Performance Analysis of Parallel Applications
March 14-16, 2012
This course was held within the framework of the ALECHILE exchange program between the Technical University of Munich (TUM, Munich, Germany) and the Universidad de La Frontera (UFRO, Temuco, Chile).
Photographs from workshop with 16 participants
While today's supercomputers offer unprecedented levels of hardware performance, using them in a productive manner remains a major challenge. To write correct and efficient code, application developers typically have to be both experts in their specific field of science to find novel approaches to the problem they want to solve and computer scientists to understand and exploit the intricacies of the system for which their code is being designed. Moreover, access to parallelism is mostly offered via low-level interfaces that are hard to learn and whose performance behavior is hard to predict. Whereas in the business world much of the complexity of application development is hidden behind advanced programming frameworks, stagnating progress in programming techniques for high-performance computing is limiting developer productivity and, thus, often delaying scientific results.

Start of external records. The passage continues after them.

import { createColumnHelper, useTable } from '@tanstack/react-table';
import { renderToStaticMarkup } from 'react-dom/server';
import { describe, expect, test } from 'vitest';
import { Button } from './Button.tsx';
import { DataGrid } from './DataGrid.tsx';
import { gridFeatures } from './dataGrid.ts';
import { ErrorState } from './ErrorState.tsx';
import { Facts } from './Facts.tsx';
import { Field, Select } from './Field.tsx';
import { FilterButton, Segments } from './Filters.tsx';
import { Pager } from './Pager.tsx';
import { RadioGroup } from './RadioGroup.tsx';
import { Caution, Progress } from './States.tsx';
import { NameCell } from './Table.tsx';

describe('a field', () => {
  test('ties its label, its hint and its error to the control', () => {
    const html = renderToStaticMarkup(
      <Field label="LEI" name="lei" hint="20 characters" error="The checksum does not fit." />,
    );
    const id = /<input[^>]* id="([^"]+)"/.exec(html)?.[1];
    expect(id).toBeTruthy();
    expect(html).toContain(`for="${id}"`);
    expect(html).toContain(`aria-describedby="${id}-hint ${id}-error"`);
    expect(html).toContain('aria-invalid="true"');
    expect(html).toContain(`id="${id}-error"`);
  });

  test('without an error is not marked invalid and describes nothing that is not there', () => {
    const html = renderToStaticMarkup(<Field label="LEI" name="lei" />);
    expect(html).not.toContain('aria-invalid');
    expect(html).not.toContain('aria-describedby');
  });

  test('offers an empty choice first where nothing may be preselected', () => {
    const html = renderToStaticMarkup(
      <Select label="Grade" placeholder="Choose" options={[{ value: 'W1', label: 'W1 (monitor)' }]} />,
    );
    expect(html.indexOf('value=""')).toBeLessThan(html.indexOf('value="W1"'));
  });

  test('radio choices stand under one legend, none preselected', () => {
    const html = renderToStaticMarkup(
      <RadioGroup
        legend="Reason"
        name="r"
        value={null}
        options={[
          { value: '1', label: 'A' },
          { value: '2', label: 'B' },
        ]}
      />,
    );
    expect(html).toContain('<legend');
    expect(html).not.toContain('checked');
  });
});

describe('a button', () => {
  test('that is busy stays in reach and says so', () => {
    const html = renderToStaticMarkup(
      <Button busy busyLabel="Taking it…">
        Take it
      </Button>,
    );
    expect(html).toContain('aria-disabled="true"');
    expect(html).toContain('Taking it…');
    expect(html).not.toMatch(/ disabled/);
  });

  test('does not send a form unless told to', () => {
    expect(renderToStaticMarkup(<Button>Take it</Button>)).toContain('type="button"');
    expect(renderToStaticMarkup(<Button type="submit">Sign in</Button>)).toContain('type="submit"');
  });
});

describe('an error', () => {
  const problem = {
    type: '/x',
    title: 'Cannot be used',
    status: 422,
    detail: 'Nothing was changed.',
    instance: 'urn:request:7f3a',
  };

  test('says what, why, where and which request', () => {
    const html = renderToStaticMarkup(
      <ErrorState
        problem={{
          ...problem,
          errors: [{ sheet: 'Balance', cell: 'B31', code: 'x', message: 'holds #REF!' }],
        }}
      />,
    );
    expect(html).toContain('role="alert"');
    expect(html).toContain('Balance!B31');
    expect(html).toContain('holds #REF!');
    expect(html).toContain('Request 7f3a');
  });

  test('of an ended session leads to sign-in in a new tab, so that what was typed stays', () => {
    const html = renderToStaticMarkup(<ErrorState problem={{ ...problem, status: 401 }} />);
    expect(html).toMatch(/<a href="\/sign-in" target="_blank"/);
  });
});

describe('pages of a list', () => {
  const pager = (page: number, total: number) =>
    renderToStaticMarkup(
      <Pager page={page} perPage={50} total={total} what="alerts" hrefOf={(to) => `?page=${to}`} />,
    );

  test('count what is shown', () => {
    expect(pager(2, 137)).toContain('51 to 100 of 137 alerts');
    expect(pager(3, 137)).toContain('101 to 137 of 137 alerts');
    expect(pager(1, 0)).toContain('No alerts');
  });

  test('lead no further than the first and the last', () => {
    expect(pager(1, 137)).not.toContain('rel="prev"');
    expect(pager(3, 137)).not.toContain('rel="next"');
    expect(pager(2, 137)).toContain('href="?page=1"');
    expect(pager(2, 137)).toContain('href="?page=3"');
  });

  test('are none where one page holds everything', () => {
    expect(pager(1, 50)).not.toContain('Page 1');
    expect(pager(1, 51)).toContain('Page 1 of 2');
  });
});

test('progress gives its count to a screen reader and draws its share', () => {
  const html = renderToStaticMarkup(<Progress label="Tested 3 of 12 borrowers" done={3} of={12} />);
  expect(html).toContain('aria-valuenow="3"');
  expect(html).toContain('aria-valuemax="12"');
  expect(html).toContain('class="bar-ink" x="0" y="0" width="100"');
});

describe('a grid', () => {
  interface Borrower {
    readonly id: number;
    readonly name: string;
    readonly exposure: string;
  }
  const helper = createColumnHelper<typeof gridFeatures, Borrower>();
  const columns = helper.columns([
    helper.accessor('name', {
      header: 'Borrower',
      enableSorting: false,
      meta: { namesRow: true, fixed: true },
      cell: (cell) => <NameCell name={cell.getValue()} href={`/borrowers/${cell.row.original.id}`} />,
    }),
    helper.accessor('exposure', { header: 'Exposure', meta: { numeric: true, entry: 'figure' } }),
  ]);
  const data: Borrower[] = [
    { id: 1, name: 'Ostrel Lane Foods', exposure: '4.6m' },
    { id: 2, name: 'Merrin Plant Hire', exposure: '9.0m' },
  ];

  function Grid({ rows }: { readonly rows: Borrower[] }) {
    const table = useTable({
      features: gridFeatures,
      columns,
      data: rows,
      manualSorting: true,
      getRowId: (row) => String(row.id),
      initialState: { sorting: [{ id: 'exposure', desc: true }] },
    });
    return <DataGrid table={table} caption="Borrowers" current="2" empty={<p>No borrower yet</p>} />;
  }
  const html = renderToStaticMarkup(<Grid rows={data} />);

  test('is a table with a caption, heads with scope, and a head for each row', () => {
    expect(html).toContain('<caption');
    expect(html.match(/<th scope="col"/g)).toHaveLength(2);
    expect(html.match(/<th scope="row"/g)).toHaveLength(2);
  });

  test('says how it is sorted, and only for columns that can be', () => {
    expect(html.match(/aria-sort/g)).toHaveLength(1);
    expect(html).toContain('aria-sort="descending"');
  });

  test('keeps the order the server gave and marks the current row', () => {
    expect(html.indexOf('Ostrel')).toBeLessThan(html.indexOf('Merrin'));
    expect(html.match(/data-current="true"/g)).toHaveLength(1);
    expect(html.indexOf('data-current')).toBeGreaterThan(html.indexOf('Ostrel'));
  });

  test('without rows says what there is to say instead', () => {
    expect(renderToStaticMarkup(<Grid rows={[]} />)).toBe('<p>No borrower yet</p>');
  });
});

test('filters and segments say what is chosen', () => {
  const html = renderToStaticMarkup(
    <>
      <Segments
        label="Whose"
        value="mine"
        segments={[
          { value: 'mine', label: 'My borrowers' },
          { value: 'desk', label: 'My desk', href: '?whose=desk' },
        ]}
      />
      <FilterButton set removes href="?">
        Due within 10 days
      </FilterButton>
    </>,
  );
  expect(html).toContain('aria-pressed="true"');
  expect(html).not.toContain('aria-current');
  expect(html).toContain('take this filter away');
});

test('nothing is styled inline', () => {
  const html = renderToStaticMarkup(
    <>
      <Progress label="x" done={1} of={3} />
      <Caution>x</Caution>
      <Facts facts={[{ label: 'a', value: 'b' }]} />
      <Field label="x" />
    </>,
  );
  expect(html).not.toMatch(/\sstyle=/);
});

With this course, we want to enable all participants to improve the quality and accelerate the development process of complex simulation programs in science and engineering that are being designed for the most advanced parallel computer systems. For this purpose, we are presenting several state-of-the-art tools for high-performance computing that assist domain scientists in analyzing and optimizing the performance of their applications. In these efforts, we place special emphasis on scalability and ease of use.

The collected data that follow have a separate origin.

interface Tab {
  readonly key: string;
  readonly name: string;
  readonly href: string;
  readonly count?: number | null;
}

interface TabsProps {
  readonly label: string;
  readonly tabs: readonly Tab[];
  readonly active: string;
}

/** Parts of one subject, each with an address of its own. */
export function Tabs({ label, tabs, active }: TabsProps) {
  return (
    <nav className="tabs" aria-label={label}>
      {tabs.map((tab) => (
        <a
          key={tab.key}
          className="tab"
          href={tab.href}
          aria-current={tab.key === active ? 'page' : undefined}
        >
          {tab.name}
          {tab.count ? ` ${tab.count}` : ''}
        </a>
      ))}
    </nav>
  );
}
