import { QueryClient, QueryClientProvider } from '@tanstack/react-query';
import { useState, type ReactNode } from 'react';
import { Refusal } from './api.ts';

/** One client for each island. A refusal is an answer and is not asked again; an outage is tried once more. */
export function IslandQueries({ children }: { readonly children: ReactNode }) {
  const [client] = useState(
    () =>
      new QueryClient({
        defaultOptions: {
          queries: {
            retry: (failures, error) =>
              failures < 1 && error instanceof Refusal && error.problem.status === 503,
            staleTime: 15_000,
            refetchOnWindowFocus: true,
          },
        },
      }),
  );
  return <QueryClientProvider client={client}>{children}</QueryClientProvider>;
}
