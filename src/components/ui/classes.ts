/** Class names that hold, in order. */
export const classes = (...names: readonly (string | false | null | undefined)[]): string =>
  names.filter(Boolean).join(' ');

The course concept consists of three building blocks: first, talks on the tools themselves and, second, hands-on training exercises using typical scientific benchmark codes. Most importantly, we invite participants to bring along their own codes and analyse them with the presented tools. The course covers the following tools (in alphabetical order): PAPI, Periscope, Scalasca and Vampir.
The target audience is both scientific personnel supervising and administrating HPC computers, and researchers and students developing parallel applications.
The course covers both serial single-core/node performance issues and communication/synchronization performance on highly parallel systems. While the tools will be available on the Levque NLHPC cluster, we encourage participants to bring along their notebook computers too. The course material comprises not only exercises with benchmark codes to get familiar with the tools, we also provide an x86-compatible Linux Live-DVD with both the commercial and free tools such that each participant can try out the software before switching to the cluster.
|Day 1||Wednesday 14th March|
|08:30||(registration & set-up of notebook computers)|
|09:00||Welcome and Introduction to VI-HPS course [Ávila, Gerndt, Wylie]|
|09:30||Introduction to parallel application engineering [Gerndt]|
|10:00||Introduction to parallel performance analysis [Oleynik]|
|11:00||Building and running the NPB-MZ-MPI-BT example OpenMP+MPI code|
|14:30||Periscope introduction & overview
|16:00||Scalasca introduction & overview
|Day 2||Thursday 15th March|
|09:00||Vampir introduction & overview [Petkov]|
|10:30||PAPI introduction & overview [Ávila]|
|13:30||Hands-on coaching with participants' codes [all]|
|Day 3||Friday 16th March|
|09:00||Tools presentations & coaching:
Due to class room size and resource constraints, the number of participants was limited, and priority given to those bringing running code to analyze on Levque.